_What to produce:_ Among the entries below, one line contains "grit the share" and another contains "volume of grit is". Transcribe those two lines and every line between them, exactly.

_Extracted entries:_
*** Block opens ***

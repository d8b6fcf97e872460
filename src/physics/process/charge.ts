import { CLASSES_PER_HALF_VOLUME } from '../grit-law.ts';
import { loadSearch, workingPoint } from './load-search.ts';
import { agedShares, placeAt } from './place.ts';
import { curvePlaces } from './slurry-curve.ts';
import type { SlurryFace } from './slurry-face.ts';
import { type EstimateTables, withPopulation } from './tables.ts';

/** A charge that goes round, and the setting it has been cutting under. SI. */
export interface ChargeUse {
  readonly slurry: SlurryFace;
  /** Volume of the charge (m3), and how long it has been cutting (s). */
  readonly volume: number;
  readonly used: number;
  /** Face pressure (Pa), area in contact (m2), and depth of the cavity meanwhile (m). */
  readonly pressure: number;
  readonly area: number;
  readonly depth: number;
}

/** Parts of the use between which the gap is found anew. */
const PARTS = 4;

/**
 * Number shares by class of a charge after it has been cutting, per grain it began with. Of its grit the share
 * (area x film x C_g) / (volume x C) is under the face at any time, aged there as the balance has it; what crushes there goes back into
 * the whole: d nu_i / dt = share (2 k_j nu_face_j - k_i nu_face_i), j the class of twice the volume. The volume of grit is
 * kept, a large charge stays as it was. Each part of the use is solved implicitly at one gap. Derived.
 * @throws RangeError unless the volume is above zero and the use zero or more
 */
export function usedPopulation(tables: EstimateTables, use: ChargeUse): Float64Array {
  const { volume, used } = use;
  if (!(volume > 0)) throw new RangeError(`a charge needs a volume above zero, got ${volume} m3`);
  if (!(used >= 0 && used < Number.POSITIVE_INFINITY))
    throw new RangeError(`a charge cannot have been used for ${used} s`);
  let population = tables.sums.population;
  for (let part = 0; part < PARTS && used > 0; part++) {
    const { sums } = withPopulation(tables, population);
    const places = curvePlaces(sums);
    const { conditions } = sums.rows;
    const working = workingPoint(loadSearch({ ...use.slurry, conditions }, places, use.depth), use.pressure);
    const { gap, roughness, zones } = working.point;
    const place = placeAt(sums, gap, roughness, 1, places.crush);
    const face = new Float64Array(population.length);
    const aged = new Float64Array(population.length);
    for (const { age } of zones) {
      agedShares(place, age, aged);
      aged.forEach((share, i) => {
        face[i] = (face[i] as number) + share / zones.length;
      });
    }
    // of all the grit, so much is under the face
    const under = (use.area * place.film * place.gritFraction) / (volume * conditions.concentration);
    const turns = (used / PARTS) * Math.min(1, under);
    population = crushed(population, { face, rate: place.crushRate, turns });
  }
  return population;
}

/** One implicit step: each class loses the share k face / charge per turn, half the volume down it gains two for one. */
function crushed(
  charge: Float64Array,
  { face, rate, turns }: { readonly face: Float64Array; readonly rate: Float64Array; readonly turns: number },
): Float64Array {
  const after = new Float64Array(charge.length);
  const loss = (i: number) => {
    const here = charge[i] as number;
    return here > 0 ? ((rate[i] as number) * turns * (face[i] as number)) / here : 0;
  };
  for (let i = 0; i < charge.length; i++) {
    const parent = i - CLASSES_PER_HALF_VOLUME;
    const made = parent >= 0 ? 2 * loss(parent) * (after[parent] as number) : 0;
    after[i] = ((charge[i] as number) + made) / (1 + loss(i));
  }
  return after;
}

*** Block closes ***

_Your response:_
 * Number shares by class of a charge after it has been cutting, per grain it began with. Of its grit the share
 * (area x film x C_g) / (volume x C) is under the face at any time, aged there as the balance has it; what crushes there goes back into
 * the whole: d nu_i / dt = share (2 k_j nu_face_j - k_i nu_face_i), j the class of twice the volume. The volume of grit is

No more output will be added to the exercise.